3. Próbki zawierające 90 g/l albuminy lub 100 mg/l wolnej bilirubiny, próbki lipemiczne zawierające ekwiwalent 36 g/l oleiny (trójglicerydu) oraz hemolizowane próbki zawierające do 10 g/l hemoglobiny nie mają wpływu na wyniki. 4. Nie należy podgrzewać próbek. 7. PROCEDURA OZNACZENIA 7.1 Wymagane materiały, które nie znajdują się w zestawie Należy zapoznać się z instrukcją obsługi produktu Platelia CMV IgG (nr ref. 72810). 7.2 Rozcieńczanie odczynników R5a, R5b: Kontrolę niskiej awidności (R5a) oraz kontrolę wysokiej awidności (R5b) należy rozcieńczyć w stosunku 1/21 przy pomocy rozcieńczalnika R7 dostarczonego z testem Platelia CMV IgG (nr ref. 72810). R12, R13: Roztwór kontrolny (R12) oraz odczynnik dysocjujący (R13) są gotowe do użytku. W przypadku innych odczynników należy zapoznać się z ulotką produktu Platelia CMV IgG (nr ref. 72810). 7.3 Przechowywanie i okres przydatności otwartych i/lub rozcieńczonych odczynników Pod warunkiem przechowywania przed otwarciem w temperaturze +2-8 C, każdy składnik może zostać użyty do upływu daty przydatności umieszczonej na zewnętrznej etykiecie zestawu.
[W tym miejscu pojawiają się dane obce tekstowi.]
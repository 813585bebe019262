// Ice Ih by R10-06.
//
// The release gives 0 K to 273.16 K at up to 210 MPa, where ice Ih is stable. `fit` ends at the melting curve, `trust`
// 5 K above it: the same equation, whose properties stay smooth there (cp rises by 7.5 J/(kg K) a kelvin throughout).
// The melting temperature is taken from a parabola through the curve of IAPWS R14-08 for ice Ih, 251.165 K to 273.16 K,
// which it follows within 0.0102 K; 0.011 K is added, so that the curve itself lies inside `fit`.
#pragma once

#include "registry/limits.hpp"
#include "registry/models/iapws_r10.hpp"
#include "registry/source.hpp"

#include <algorithm>
#include <span>

namespace entropy_ledger::registry {

struct IceIh {
    static constexpr bool holds_heat_capacity = false; // the equation goes on smoothly

    static constexpr double lowest_temperature = 1.0;     // K; the release begins at 0 K, where T = 0 has no logarithm
    static constexpr double greatest_pressure = 210.0e6;  // Pa, R10-06
    static constexpr double superheat_margin = 5.0;       // K, see above

    template <class Number>
    Number entropy(const Number& T, const Number& p) const
    {
        return iapws_r10::entropy(T, p);
    }

    template <class Number>
    Number enthalpy(const Number& T, const Number& p) const
    {
        return iapws_r10::enthalpy(T, p);
    }

    template <class Number>
    Number heat_capacity(const Number& T, const Number& p) const
    {
        return iapws_r10::heat_capacity(T, p);
    }

    Limits limits(double p) const
    {
        if (!(p > 0.0 && p <= greatest_pressure))
            return {empty_range, empty_range};
        const double melting = stable_to(p);
        return {{lowest_temperature, melting}, {lowest_temperature, melting + superheat_margin}};
    }

    const Source& source(double, double) const { return sources::iapws_r10; }
    std::span<const Source* const> sources() const { return answering; }

private:
    static constexpr const Source* answering[] = {&sources::iapws_r10};

    static double stable_to(double p)
    {
        const double megapascal = p * 1e-6;
        const double melting = iapws_r10::triple_point_temperature
                             - megapascal * (0.07476951 + 0.00014737 * megapascal) + 0.011;
        return std::min(iapws_r10::triple_point_temperature, melting);
    }
};

} // namespace entropy_ledger::registry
R5a, R5b: Po otwarciu i przy braku zanieczyszczeń odczynniki przechowywane w temperaturze +2-8 C pozostaną stabilne do 8 tygodni. R12, R13: Po otwarciu i przy braku zanieczyszczeń odczynniki przechowywane w temperaturze +2-8 C pozostaną stabilne do 8 tygodni. Należy również zapoznać się z instrukcją obsługi produktu Platelia CMV IgG (nr ref. 72810). 7.4 Procedura Należy bezwzględnie przestrzegać procedury oznaczenia i zasad Dobrej Praktyki Laboratoryjnej. Podczas każdego oznaczenia należy użyć kontroli niskiej awidności (R5a) i wysokiej awidności (R5b) w celu weryfikacji wyników testu. Pozostałe odczynniki konieczne do przeprowadzenia oznaczenia (R1, R2, R6, R7, R9 oraz R10) znajdują się w zestawie Platelia CMV IgG (nr ref. 72810). Uwaga: Przed użyciem należy pozwolić odczynnikom osiągnąć temperaturę pokojową (+18-30 C), zwłaszcza w przypadku odczynników R12 i R13. 1. Dokładnie ustalić plan nakładania i identyfikacji kontroli i próbek pacjentów. 2. Przygotować rozcieńczony roztwór do płukania (R2). 3. Wyjąć ramkę i paski (R1) z opakowania. 7 [PL]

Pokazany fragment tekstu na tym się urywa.